CONSIDER JOE THE JANITOR
If Joe the janitor made $30,000 on the job last year and a real estate speculator made $30,000 profit on the sale of a house the real estate speculator would only pay taxes on $15,000. Joe, on other hand, would owe tax on his entire $30,000 income.
The $21,800 cheque we don’t get
There doesn’t really seem to be much method to this income tax break madness. In total, personal income tax breaks cost us all $103 billion in 2011. This is roughly as much as the $121 billion in income taxes collected that year. This is a lot to give
away.
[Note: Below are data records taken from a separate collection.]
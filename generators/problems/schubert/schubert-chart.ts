import type { FormulationDefinition } from '../../../src/atlas/definition.ts';
import type { ExprNode } from '../../../src/engine/index.ts';
import { meetingDeterminant } from './subspace-meeting.ts';

/** Coordinates of affine (n − 1)-space, in order; the homogeneous coordinate x₀ = 1 comes first. */
export const AXES = ['x', 'y', 'z', 'w', 'v'] as const;
const ROW_LETTERS = ['a', 'b', 'c'] as const;
const DIRECTION_LETTERS = ['e', 'f', 'g'] as const;

/**
 * The shape of a Schubert problem: k-dimensional subspaces of n-space (projective (k−1)-planes in P^{n−1}) meeting
 * `conditions` = k(n − k) given (n − k)-dimensional subspaces, each given in the affine chart x₀ = 1 by a point and
 * n − k − 1 directions in (n − 1)-space.
 */
export interface SchubertShape {
  readonly k: number;
  readonly n: number;
}

/** The number of given subspaces, k(n − k) (the dimension of the Grassmannian). */
export function conditionCount({ k, n }: SchubertShape): number {
  return k * (n - k);
}

/** The unknowns of the Stiefel chart [I_k | X]: row r of X is named a1, a2, … (r = 1), b1, … (r = 2), c1, … (r = 3). */
export function chartUnknowns({ k, n }: SchubertShape): string[][] {
  return ROW_LETTERS.slice(0, k).map((letter) => Array.from({ length: n - k }, (_, c) => `${letter}${c + 1}`));
}

/** The parameter names of given subspace j (1-based): its point p{j}{axis}, then its directions e{j}{axis}, f{j}{axis}, …. */
export function subspaceParameters({ k, n }: SchubertShape, j: number): { point: string[]; directions: string[][] } {
  const axes = AXES.slice(0, n - 1);
  return {
    point: axes.map((a) => `p${j}${a}`),
    directions: DIRECTION_LETTERS.slice(0, n - k - 1).map((d) => axes.map((a) => `${d}${j}${a}`)),
  };
}

/** Every parameter name, subspace by subspace. */
export function chartParameters(shape: SchubertShape): string[] {
  return Array.from({ length: conditionCount(shape) }, (_, i) => subspaceParameters(shape, i + 1)).flatMap(({ point, directions }) => [...point, ...directions.flat()]);
}

/** Total-degree bound k^{k(n−k)} of the chart formulation (each equation has degree k), exact while below 2^53. */
export function chartBezoutBound(shape: SchubertShape): number {
  return shape.k ** conditionCount(shape);
}

/**
 * Whether the chart formulation can drop the common top-degree form: when n = 2k the only degree-k term of every
 * equation is det X times a constant of its given subspace, so all but the first equation can be made of degree k − 1.
 */
export function sharesTopForm({ k, n }: SchubertShape): boolean {
  return n === 2 * k;
}

/** Total-degree bound of the reduced chart formulation (n = 2k): one equation of degree k, the rest of degree k − 1. */
export function reducedBezoutBound(shape: SchubertShape): number {
  return shape.k * (shape.k - 1) ** (conditionCount(shape) - 1);
}

/** Multihomogeneous bound with the rows of X as groups (each equation multilinear in them): (k(n−k))! / ((n−k)!)^k. */
export function chartRowGroupBound({ k, n }: SchubertShape): number {
  const factorial = (m: number): number => (m <= 1 ? 1 : m * factorial(m - 1));
  return factorial(k * (n - k)) / factorial(n - k) ** k;
}

/**
 * The formulation in the Stiefel chart: the solution is the row space of [I_k | X] (homogeneous coordinates
 * x₀, …, x_{n−1}), and it meets given subspace j, the span of (1, p_j), (0, e_j), (0, f_j), …, exactly when the n × n
 * determinant E_j stacking both bases vanishes: one equation of degree k, multilinear in the rows of X.
 * With `reduce` (only when n = 2k) equations j ≥ 2 become m₁E_j − m_jE₁, where m_j is the minor of subspace j's basis
 * on the first k columns; their det X terms cancel exactly (the term is left out of both), so they have degree k − 1.
 * The systems agree wherever m₁ ≠ 0 (general data).
 */
export function chartFormulation(shape: SchubertShape, description: string, reduce = false): FormulationDefinition {
  if (reduce && !sharesTopForm(shape)) throw new RangeError(`chartFormulation: the top form is shared only when n = 2k, got k = ${shape.k}, n = ${shape.n}`);
  const { k } = shape;
  const rows = chartUnknowns(shape);
  return {
    unknowns: rows.flat(),
    parameters: chartParameters(shape),
    groups: rows,
    description,
    equations: (u, q, ops) => {
      const top: ExprNode[][] = rows.map((names, r) => [
        ...Array.from({ length: k }, (_, c) => ops.constant(c === r ? 1 : 0)),
        ...names.map((name) => u[name]!),
      ]);
      const bottoms = Array.from({ length: conditionCount(shape) }, (_, i) => {
        const { point, directions } = subspaceParameters(shape, i + 1);
        return [
          [ops.constant(1), ...point.map((name) => q[name]!)],
          ...directions.map((names) => [ops.constant(0), ...names.map((name) => q[name]!)]),
        ];
      });
      if (!reduce) return bottoms.map((bottom) => meetingDeterminant(ops, top, bottom));
      const xColumns = Array.from({ length: shape.n - k }, (_, c) => k + c);
      const minor = (bottom: readonly ExprNode[][]) => ops.det(bottom.map((row) => row.slice(0, k)));
      const rest = bottoms.map((bottom) => meetingDeterminant(ops, top, bottom, xColumns));
      return [
        meetingDeterminant(ops, top, bottoms[0]!),
        ...bottoms.slice(1).map((bottom, i) => ops.sub(ops.mul(minor(bottoms[0]!), rest[i + 1]!), ops.mul(minor(bottom), rest[0]!))),
      ];
    },
  };
}
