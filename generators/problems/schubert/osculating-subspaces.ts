import type { ComplexInput } from '../../../src/atlas/definition.ts';
import { conditionCount, subspaceParameters, type SchubertShape } from './schubert-chart.ts';

/**
 * Parameters placing given subspace j at the osculating (n − k)-space of the moment curve
 * γ(t) = (1, t, t², …, t^{n−1}) at t = stations[j − 1]: the point γ(t) and the directions γ^{(m)}(t)/m!, m = 1 … n − k − 1,
 * in the affine chart x₀ = 1 (exact polynomial values in binary64). Needs one station per condition.
 */
export function osculatingParameters(shape: SchubertShape, stations: readonly number[]): Record<string, ComplexInput> {
  if (stations.length !== conditionCount(shape)) throw new RangeError(`osculatingParameters: need ${conditionCount(shape)} stations, got ${stations.length}`);
  const binomial = (a: number, b: number): number => (b < 0 || b > a ? 0 : b === 0 ? 1 : (binomial(a - 1, b - 1) * a) / b);
  // The m-th derivative of t^i divided by m! is C(i, m) t^{i−m}; coordinate i = 1 … n − 1 of the affine chart.
  const derivative = (t: number, m: number, i: number): number => binomial(i, m) * t ** (i - m);
  const out: Record<string, ComplexInput> = {};
  stations.forEach((t, index) => {
    const { point, directions } = subspaceParameters(shape, index + 1);
    point.forEach((name, a) => (out[name] = derivative(t, 0, a + 1)));
    directions.forEach((names, m) => names.forEach((name, a) => (out[name] = derivative(t, m + 1, a + 1))));
  });
  return out;
}
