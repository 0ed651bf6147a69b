import { afterAll, describe, expect, it } from 'vitest';
import { add, mul, param, pow, sub, unknown } from '../../../src/engine/expr/build.ts';
import type { PolynomialSystem } from '../../../src/engine/expr/node.ts';
import { certifySolutionsParallel, closeCertifyWorkers } from '../../../src/engine/certify/certify-parallel.ts';
import { certifySolutions } from '../../../src/engine/certify/certify-solutions.ts';

// Reference: the single-thread certifier; splitting the work over threads must not change any result.
// The system: x² + y² = a, x² − y² = b, with 4 real points (±√((a+b)/2), ±√((a−b)/2)) for a > |b| (Bézout: 4).
const x = unknown('x', 0), y = unknown('y', 1);
const system: PolynomialSystem = {
  unknowns: ['x', 'y'], parameters: ['a', 'b'],
  equations: [sub(add(pow(x, 2), pow(y, 2)), param('a', 0)), sub(sub(pow(x, 2), pow(y, 2)), param('b', 1))],
};

afterAll(async () => { await closeCertifyWorkers(); });

describe('parallel certification', () => {
  it('gives the same report as one thread on 100 points (4 true solutions, repeats, wrong points)', async () => {
    const [a, b] = [5, 3];
    const u = Math.sqrt((a + b) / 2), v = Math.sqrt((a - b) / 2);
    const truth = [[u, v], [u, -v], [-u, v], [-u, -v]];
    const points = Array.from({ length: 100 }, (_, k) => {
      const [p, q] = truth[k % 4]!;
      const off = k % 10 === 9 ? 0.01 : 0; // every tenth point is wrong
      return Float64Array.from([p! + off, 0, q!, 0]);
    });
    const parameters = Float64Array.from([a, 0, b, 0]);
    const single = certifySolutions(system, parameters, points);
    const parallel = await certifySolutionsParallel(system, parameters, points, { workers: 2 });
    expect([parallel.certified, parallel.certifiedDistinct, parallel.certifiedReal]).toEqual([single.certified, single.certifiedDistinct, single.certifiedReal]);
    expect([parallel.certified, parallel.certifiedDistinct, parallel.certifiedReal]).toEqual([90, 4, 4]);
    expect(parallel.solutions.map((s) => [s.certified, s.certifiedReal, s.sameAs ?? -1, Array.from(s.box)])).toEqual(
      single.solutions.map((s) => [s.certified, s.certifiedReal, s.sameAs ?? -1, Array.from(s.box)]));
  });
});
If the federal government got rid of all personal income tax breaks it would almost double the amount of income tax collected.
The result of all this tax finagling and flim flam is captured clearly in the these two paragraphs from the CCPA 59-page November 2016 report, Out of the Shadows/Shining a light on Canada’s unequal distribution of federal tax expenditures:
"From an aggregate perspective, therefore, the $103 billion lost annually to tax expenditures is an embarrassing failure of Canadian tax policy. With the same amount of money the government could send an annual cheque of at least $21,800 to all Canadians, completely eliminating poverty."
"In essence, we have in Canada two federal support programs of roughly equal value: income transfers for the poor and middle class, and tax expenditures for the rich. The first benefits the lower-middle class the most, but spreads widely from the very poorest to the very richest. The second benefits mainly those at the top—a shadow transfer system for Canada’s rich."